In State of Texas v. Ysleta del Sur Pueblo, 2020 WL 1638408 (5th Cir. 2020), the Fifth Circuit Court of Appeals rejected the argument of the Ysleta del Sur Pueblo that the enactment of the Indian Gaming Regulatory Act in 1988 superseded a provision of the  Ysleta del Sur Pueblo and Alabama and Coushatta Indian Tribes of Texas Restoration Act of 1987 subjecting the tribes to the anti-gambling laws of the State of Texas: “This latest case poses familiar questions that yield familiar answers: (1) which federal law governs the legality of the Pueblo’s gaming operations—the Restoration Act (which bars gaming that violates Texas law) or the more permissive Indian Gaming Regulatory Act (which ‘establish[es] ... Federal standards for gaming on Indian lands’); and (2) whether the district court correctly enjoined the Pueblo’s gaming operations. Our on-point precedent conclusively resolves this case. The Restoration Act controls, the Pueblo’s gaming is prohibited, and we affirm.” 

In Fort Sill Apache Tribe v. National Indian Gaming Commission, 2020 WL 2079532 (D.D.C. 2020), the Fort Sill Apache Tribe, based in Oklahoma, sued the National Indian Gaming Commission (NIGC) and other Interior Department officials (collectively DOI) after the NIGC determined that land the Tribe had acquired at Akela Flats, New Mexico, in 1998 did not meet the criteria for Indian lands acquired after 1988 for purposes of gaming under the Indian Gaming Regulatory Act. The district court agreed and granted the DOI summary judgment, holding that the Akela Flats property was neither the Tribe’s initial reservation, nor “restored lands,” noting that “all major tribal government offices were located over 540 miles away, and no tribal members lived on or near the land.”

In Tsi Akim Maidu of Taylorsville Rancheria v. U.S. Department of Interior, 2020 WL 1974213 (E.D. Cal. 2020), the Tsi Akim Maidu of Taylorsville Rancheria sued the U.S. Department of Interior (DOI), challenging its 2015 determination that (i) the sale of the Taylorsville Rancheria in 1966 pursuant to the California Rancheria Act of 1958 had terminated its status as a federally recognized Indian Tribe, and (ii) Tsi Akim, as a congressionally terminated tribe, could not apply for recognition under the Part 83 regulations. The court dismissed Tsi Akim’s claim challenging its termination on statute of limitations grounds, holding that Tsi Akim had notice of its termination at least as of 1979 when it was omitted from the list of federally recognized tribes published in the federal register. The court denied the government’s motion to dismiss Tsi Akim’s challenge to the DOI’s determination that it was ineligible to apply for recognition: “Plaintiff was on notice as of the first publication of the list of federally recognized tribes in 1979 regardless of its claim that it was unaware until 1994 and regardless of how often it used the land. … Because the FAC and Plaintiff’s Opposition, when read together, appear to challenge the Department of the Interior’s decision in its 2015 letter that Plaintiff is ineligible for Part 83 acknowledgment, this Court finds that such a claim would not be time-barred under the Administrative Procedure Act’s six-year statute of limitations.” 
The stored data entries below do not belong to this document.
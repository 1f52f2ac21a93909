"""The kernels of motion against slow forms in plain Python, and without compilation."""

import os
import subprocess
import sys

import mpmath
import numpy as np
import pytest

from farhold.kernels.motion.collocate import fly_shared
from farhold.kernels.motion.deviation import acceleration, fly_own, locate
from farhold.kernels.motion.follow import follow
from farhold.kernels.motion.integrate import dop853
from farhold.kernels.motion.three_body import derivative
from farhold.kernels.status import HIT_PRIMARY, NOT_FINITE, OK, OUTSIDE_TABLES, TOO_MANY_STEPS, meaning

R1 = np.array([1.495978707e11, 0.0, 0.0])
R2 = np.array([7.4798935e10, -1.2955555e11, 0.0])
GM = np.array([1.327e20, 1.3271e20])
GM2 = 4.035e14
RATE = 1.99e-7
# a reference that stands still is one cell of degree 0
STILL = R1.reshape(1, 3, 1)
ACROSS = R1 - R2
RADII = np.array([6.957e8, 6.3781e6])


def located(lanes):
    """Where the reference is, for so many lanes: (11, lanes)."""
    where = np.empty((11, lanes))
    locate(STILL, 0.0, 1.0, np.zeros(lanes), GM, GM2, ACROSS, where)
    return where


def exact_acceleration(state, db):
    """Difference of attractions, pressure and the terms of the axes, in forty digits by subtraction."""
    mp = mpmath.MPContext()
    mp.dps = 40
    d, v = ([mp.mpf(float(x)) for x in part] for part in (state[:3], state[3:]))
    n = mp.mpf(RATE)
    total = [n * n * d[0] + 2 * n * v[1], n * n * d[1] - 2 * n * v[0], mp.mpf(0)]
    for gm, rho in ((mp.mpf(GM[0]), R1), (mp.mpf(GM2), R2)):
        at = [mp.mpf(float(x)) for x in rho]
        there = [a + b for a, b in zip(at, d, strict=True)]
        near, far = (mp.sqrt(mp.fdot(p, p)) ** 3 for p in (at, there))
        for k in range(3):
            total[k] += gm * (at[k] / near - there[k] / far)
            if rho is R1:
                total[k] += mp.mpf(float(db)) * mp.mpf(GM[1]) * there[k] / far
    return [float(x) for x in total]


@pytest.mark.parametrize("size_m", [1e-3, 1.0, 1e3, 1e6, 1e9, 3e10])
def test_acceleration_does_not_cancel(size_m):
    rng = np.random.default_rng(3)
    S = rng.normal(0.0, size_m, (6, 5)) * np.repeat([1.0, RATE], 3)[:, None]
    # of the size of the attraction difference, so that neither hides the other
    db = rng.normal(0.0, 1e-12 * size_m, 5)
    out = np.empty((3, 5))
    acceleration(S, located(5), RATE, db, out)
    exact = np.array([exact_acceleration(S[:, k], db[k]) for k in range(5)]).T
    # terms of size n2 d, a few roundings each
    assert out == pytest.approx(exact, abs=2e-14 * np.abs(exact).max())


def absolute_gradient(mu, beta, place, h=1e-5):
    """Jacobian of the derivative at rest by central differences."""
    columns = []
    for k in range(6):
        rates = []
        for sign in (1.0, -1.0):
            y, dy = np.append(place, [0.1, -0.2, 0.3]), np.empty(6)
            y[k] += sign * h
            derivative(y, mu, beta, dy)
            rates.append(dy.copy())
        columns.append((rates[0] - rates[1]) / (2.0 * h))
    return np.array(columns).T


@pytest.mark.parametrize("mu", [0.0, 0.1])
def test_variational_equations_are_the_gradient_of_the_motion(mu):
    place = np.array([0.4, 0.7, -0.3])
    y = np.concatenate([place, [0.1, -0.2, 0.3], np.eye(6).ravel()])
    dy = np.empty(42)
    derivative(y, mu, 0.05, dy)
    # h2 times third derivatives, 1e-10 times 1e2
    assert dy[6:].reshape(6, 6) == pytest.approx(absolute_gradient(mu, 0.05, place), abs=2e-8)


def test_massless_secondary_pulls_nothing_even_at_its_place():
    dy = np.empty(6)
    derivative(np.array([1.0, 0.0, 0.0, 0.0, 0.0, 0.0]), 0.0, 0.0, dy)
    assert (dy == 0.0).all()


@pytest.mark.parametrize("t", [-3.0, 0.0, 4.9, 5.0, 17.3, 20.0, 26.0])
def test_reference_is_located_on_its_chebyshev_series(t):
    # cells of 5 s from t = 0; beyond either end the last cell's series goes on
    track = np.random.default_rng(5).normal(0.0, 1e9, (4, 3, 7))
    track[:, :, 0] += [1e11, 2e11, 3e11]
    cell = min(max(int(t // 5.0), 0), 3)
    place = np.polynomial.chebyshev.chebval(2.0 * (t / 5.0 - cell) - 1.0, track[cell].T)
    where = np.empty((11, 1))
    locate(track, 0.0, 5.0, np.array([t]), GM, GM2, ACROSS, where)
    sun, earth = np.linalg.norm(place), np.linalg.norm(place - ACROSS)
    exact = [*place, *(place - ACROSS), sun**-2, *(GM / sun**3), earth**-2, GM2 / earth**3]
    assert where[:, 0] == pytest.approx(exact, rel=1e-13)


def block(lanes):
    """Arguments of a block of so many lanes at rest that fly one step of a day."""
    shape = (1, lanes)
    return {
        "Y": np.zeros((6, lanes)),
        "db": np.zeros(lanes),
        "t": np.zeros(lanes),
        "steps": np.ones(shape, dtype=np.int64),
        "size": np.full(shape, 86400.0),
        "kick": np.full(shape, -1, dtype=np.int64),
        "dv": np.zeros((lanes, 1, 3)),
        "keep": np.zeros(shape, dtype=np.int64),
        "out": np.empty((1, 6, lanes)),
    }


def fly(arguments):
    status = np.zeros(arguments["Y"].shape[1], dtype=np.int64)
    fly_own(*arguments.values(), STILL, 0.0, 1.0, ACROSS, GM, GM2, RATE, 0.5, status)
    return arguments["out"], status


def test_lane_with_fewer_steps_stands_still_meanwhile():
    job = block(3)
    job["Y"][0] = 1e6
    job["steps"][0] = [0, 1, 4]
    out, status = fly(job)
    assert (status == OK).all()
    assert (out[0, :, 0] == [1e6, 0, 0, 0, 0, 0]).all()
    assert job["t"].tolist() == [0.0, 86400.0, 4 * 86400.0]
    alone = block(1)
    alone["Y"][0] = 1e6
    assert (fly(alone)[0][0, :, 0] == out[0, :, 1]).all()


def test_lanes_go_through_arcs_of_their_own():
    # the same three days in arcs 1 + 2 and 2 + 1, and in one: asked days and steps agree, so do the bits
    job = block(3)
    job["Y"][0] = 1e6
    job["steps"] = np.array([[1, 2, 3], [2, 1, 0]])
    job["size"] = np.full((2, 3), 86400.0)
    job["kick"] = np.full((2, 3), -1)
    job["keep"] = np.array([[0, 0, 1], [1, 1, 0]])
    job["out"] = np.empty((2, 6, 3))
    out, _ = fly(job)
    assert (out[1] == out[1][:, :1]).all()
    assert (out[0, :, 0] != out[0, :, 1]).any()


def test_lane_that_is_not_finite_is_marked_and_kept_apart():
    job = block(2)
    job["Y"][4, 0] = np.nan
    out, status = fly(job)
    assert status.tolist() == [OUTSIDE_TABLES, OK]
    assert np.isnan(out[0, :, 0]).all()
    assert np.isfinite(out[0, :, 1]).all()


@pytest.mark.parametrize("body", [R1, R2])
@pytest.mark.parametrize(("share", "status"), [(0.49, OUTSIDE_TABLES), (0.51, OK)])
def test_lane_near_a_body_is_marked(body, share, status):
    # nearer than half of what the reference is: fixed steps are not trusted there
    job = block(2)
    job["Y"][:3, 0] = (share - 1.0) * body
    job["size"][0] = 1e-3
    assert fly(job)[1].tolist() == [status, OK]


def one_node(**changes):
    """Arguments of `follow` for a node at rest at 1000 km that flies one arc of a day."""
    return {
        "y": np.array([[1e6], [0.0], [0.0], [0.0], [0.0], [0.0]]),
        "db": np.zeros(1),
        "t0": 0.0,
        "span": np.array([86400.0]),
        "kick": np.array([-1]),
        "dv": np.zeros((1, 3)),
        "keep": np.array([0]),
        "out": np.full((1, 6), np.nan),
        **changes,
    }


def followed(job, rtol=1e-13, atol=1e-6, radii=RADII):
    status = follow(*job.values(), STILL, 0.0, 1.0, ACROSS, GM, GM2, RATE, radii, rtol, atol)
    return job["out"], status


@pytest.mark.parametrize(("body", "radius"), [(R1, RADII[0]), (R2, RADII[1])])
def test_followed_node_that_falls_on_a_body_meets_its_surface(body, radius):
    # from 30 radii at rest; it comes down long before the end
    start = -body + 30.0 * radius * body / np.linalg.norm(body)
    job = one_node(y=np.append(start, np.zeros(3)).reshape(6, 1), span=np.array([864000.0]))
    out, status = followed(job)
    assert status == HIT_PRIMARY
    assert np.isnan(out).all()
    assert np.linalg.norm(job["y"][:3, 0] + body) < radius


def test_followed_node_that_passes_outside_a_body_does_not_meet_it():
    # speed of a circle at 1.5 radii of the Earth, in axes that turn a thousand times slower
    start = np.append(-R2 + [1.5 * RADII[1], 0.0, 0.0], [0.0, np.sqrt(GM2 / (1.5 * RADII[1])), 0.0])
    out, status = followed(one_node(y=start.reshape(6, 1)))
    assert status == OK
    assert np.linalg.norm(out[0, :3] + R2) == pytest.approx(1.5 * RADII[1], rel=0.01)


def test_followed_node_that_is_not_finite_is_reported():
    assert followed(one_node(db=np.array([np.nan])))[1] == NOT_FINITE


def test_followed_node_that_needs_steps_without_end_is_reported():
    # onto a point: no radius stops the fall
    start = np.append(-R2 + [1e7, 0.0, 0.0], np.zeros(3)).reshape(6, 1)
    status = followed(one_node(y=start), radii=np.zeros(2))[1]
    assert status in (TOO_MANY_STEPS, NOT_FINITE)


@pytest.mark.parametrize("arcs", [1, 3])
def test_followed_node_goes_where_fixed_steps_lead(arcs):
    job = block(1)
    job["Y"][:, 0] = [1e6, -2e5, 3e5, 0.01, 0.02, -0.03]
    job["db"][:] = 1e-6
    job["steps"][0] = 30
    own, _ = fly(job)
    start = np.array([[1e6], [-2e5], [3e5], [0.01], [0.02], [-0.03]])
    pieces = {"span": np.full(arcs, 30.0 * 86400.0 / arcs), "kick": np.full(arcs, -1)}
    keep = np.append(np.full(arcs - 1, -1), 0)
    out, status = followed(one_node(y=start, db=np.full(1, 1e-6), keep=keep, **pieces))
    assert status == OK
    assert out[0] == pytest.approx(own[0, :, 0], rel=1e-11)


def test_remainder_is_the_attraction_less_its_linear_part():
    # one arc of an hour on tables of free motion, so that nothing but the remainder acts: N t2/2 and N t, where
    # N is the difference of attraction less what it is to first order
    tau, span = 0.5 * (1.0 + np.array([-1.0, 1.0]) / np.sqrt(3.0)), 3600.0
    places = np.zeros((1, 2, 3, 6))
    places[0, :, :, :3], places[0, :, :, 3:] = np.eye(3), (tau * span)[:, None, None] * np.eye(3)
    phi = np.eye(6)[None].copy()
    phi[0, :3, 3:] = span * np.eye(3)
    outer = np.zeros((1, 2, 6, 3))
    outer[0, :, :3] = (0.5 * span**2 * (1.0 - tau))[:, None, None] * np.eye(3)
    outer[0, :, 3:] = 0.5 * span * np.eye(3)
    still = np.zeros((1, 2, 2, 3, 3))
    Y, out = np.zeros((6, 8)), np.zeros((1, 6, 8))
    Y[:3] = np.array([[3e9], [-1e9], [2e9]])
    sites = [np.tile(r, (1, 2, 1)) for r in (R1, R2)]
    moved, far, db = np.zeros(8), np.zeros(8), np.zeros(8)
    arc, none = np.zeros(1, dtype=np.int64), np.full(1, -1)
    fly_shared(
        Y, db, arc, phi, np.zeros((1, 6)), places, np.zeros((1, 2, 3)), still, outer, *sites, GM, GM2, True, 2,
        none, np.zeros((8, 0, 3)), arc, out, moved, far,
    )  # fmt: skip
    d = np.array([3e9, -1e9, 2e9])
    pull = np.zeros(3)
    for gm, rho in ((GM[0], R1), (GM2, R2)):
        size = np.linalg.norm(rho)
        exact = gm * (rho / size**3 - (rho + d) / np.linalg.norm(rho + d) ** 3)
        pull += exact - gm / size**3 * (3.0 * (rho @ d) / size**2 * rho - d)
    # a rounding of 3e9 m is 5e-7 m
    assert out[0, :3, 0] - d == pytest.approx(0.5 * span**2 * pull, abs=1e-6)
    assert out[0, 3:, 0] == pytest.approx(span * pull, rel=1e-9)
    # how much nearer than the reference the node comes to either body
    nearer = [1.0 - (np.linalg.norm(rho + d) / np.linalg.norm(rho)) ** 2 for rho in (R1, R2)]
    assert far[0] == pytest.approx(max(*nearer, 0.0), rel=1e-12)
    assert (out[0] == out[0][:, :1]).all()


def test_too_small_a_step_is_reported():
    # a fall into the primary, which the step size cannot follow to the end
    y = np.array([0.1, 0.0, 0.0, 0.0, -0.1, 0.0])
    status, steps = dop853(y, np.array([0.0, 1.0]), 0.0, 0.0, 1e-14, 1e-14, np.empty((2, 6)))
    assert status in (TOO_MANY_STEPS, NOT_FINITE)
    assert steps > 1


@pytest.mark.parametrize(
    ("code", "words"),
    [
        (OK, "done"),
        (NOT_FINITE, "the state stopped being a finite number"),
        (HIT_PRIMARY, "the path meets the Sun or the Earth"),
        (TOO_MANY_STEPS, "the step size fell below what the span allows"),
        (OUTSIDE_TABLES, "the path leaves where the tables of the arcs hold"),
    ],
)
def test_status_is_put_in_words(code, words):
    assert meaning(code) == words


FLIGHT = """
import numpy as np
from farhold.kernels.motion.collocate import fly_shared
from farhold.kernels.motion.deviation import fly_own
from farhold.kernels.motion.follow import follow
from farhold.kernels.motion.integrate import dop853
from farhold.kernels.motion.maps import carry, fly_maps
from farhold.kernels.motion.sampling import spread
from farhold.kernels.motion.totals import totals
start = np.array([1e6, -2e5, 3e5, 0.01, 0.02, -0.03])
db, dv = np.array([1e-6]), np.full((1, 1, 3), 0.1)
sun, earth = np.array([1.495978707e11, 0.0, 0.0]), np.array([7.4798935e10, -1.2955555e11, 0.0])
gm, gm2, rate = np.array([1.327e20, 1.3271e20]), 4.035e14, 1.99e-7
way = sun.reshape(1, 3, 1), 0.0, 1.0, sun - earth, gm, gm2, rate
one, zero = np.ones((1, 1), dtype=np.int64), np.zeros(1, dtype=np.int64)
own = np.empty((1, 6, 1))
fly_own(
    start.reshape(6, 1).copy(), db, np.zeros(1), 3 * one, 86400.0 * one, 0 * one, dv, 0 * one, own, *way, 0.5,
    zero.copy(),
)
alone = np.empty((1, 6))
follow(
    start.reshape(6, 1).copy(), db, 0.0, np.full(1, 259200.0), zero, dv[0], zero, alone, *way,
    np.array([6.957e8, 6.3781e6]), 1e-13, 1e-6,
)
rng = np.random.default_rng(8)
scale = np.array([1e6, 1e6, 1e6, 0.1, 0.1, 0.1])
phi = rng.normal(size=(1, 6, 6)) * scale[:, None] / scale
places, inner = rng.normal(size=(1, 2, 3, 6)) * 1e6 / scale, rng.normal(size=(1, 2, 2, 3, 3)) * 1e9
outer = rng.normal(size=(1, 2, 6, 3)) * 1e9 * scale[:, None] / 1e6
sites = [np.tile(r, (1, 2, 1)) for r in (sun, earth)]
tables = phi, rng.normal(size=(1, 6)) * scale, places, rng.normal(size=(1, 2, 3)), inner, outer, *sites
numbers = []
for closed in (False, True):
    shared, moved, far = np.empty((1, 6, 1)), np.empty(1), np.empty(1)
    fly_shared(
        start.reshape(6, 1).copy(), db, zero, *tables, gm, gm2, closed, 3, zero, dv, zero, shared, moved, far,
    )
    numbers += [*shared.ravel(), *moved, *far]
y = np.zeros((6, 119))
y[np.arange(6), np.arange(6)] = 1.0
names = [(i,) for i in range(7)] + [(i, j) for i in range(7) for j in range(i, 7)]
place = {name: k for k, name in enumerate(names)}
pairs = np.array([(i, j, place[tuple(sorted((i, j)))]) for i in range(7) for j in range(7)])
carry(y, *(table[0] for table in tables), gm, gm2, pairs)
for order in (1, 2, 3):
    mapped = np.empty((1, 6, 1))
    maps = np.ascontiguousarray(y.T)[None]
    fly_maps(start.reshape(6, 1).copy(), db, order, zero, maps, zero, dv, zero, mapped)
    numbers += [*mapped.ravel()]
drawn = np.empty((2, 1, 6))
spread(start[None], np.tril(rng.normal(size=(1, 6, 6))), rng.normal(size=(2, 1, 6)), drawn)
path = np.empty((2, 6))
dop853(np.array([0.4976, 0.866, 0.01, 0.006, -0.008, 0.0]), np.array([0.0, 0.5]), 0.012, 0.0, 1e-12, 1e-12, path)
numbers += [*own.ravel(), *alone.ravel(), *y.ravel(), *drawn.ravel(), *totals(dv), *path[1]]
print(*[float(value).hex() for value in numbers])
"""


def run_flight(**environment):
    """Numbers that the flight gives in a process of its own."""
    done = subprocess.run(
        [sys.executable, "-c", FLIGHT],
        env={**os.environ, **environment},
        capture_output=True,
        text=True,
        check=True,
        timeout=120,
    )
    return np.array([float.fromhex(word) for word in done.stdout.split()])


def test_kernels_give_the_same_numbers_without_compilation():
    # contraction of a product and a sum into one rounding is all that may differ
    compiled, plain = run_flight(), run_flight(NUMBA_DISABLE_JIT="1")
    assert compiled == pytest.approx(plain, rel=1e-12)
In Adams v. Elfo, 2020 WL 1929375 (W.D. Wash. 2020), Adams, a member of the Nooksack Tribe residing on allotted trust land outside reservation boundaries, became embroiled in tribal court litigation that began with her motion for a protective order against the father of her child and ended with her arrest at her home by tribal police officers for failing to answer charges of interfering with a tribal court custody order. She sought habeas corpus relief in federal court under the Indian Civil Rights Act. The magistrate judge recommended dismissal of the petition but the district court remanded with instructions that the magistrate determine “whether Petitioner has established a plausible claim that her arrest occurred on allotted land outside of the reservation and that therefore the Nooksack Tribal Court lacked jurisdiction over Petitioner at the time of her arrest.” 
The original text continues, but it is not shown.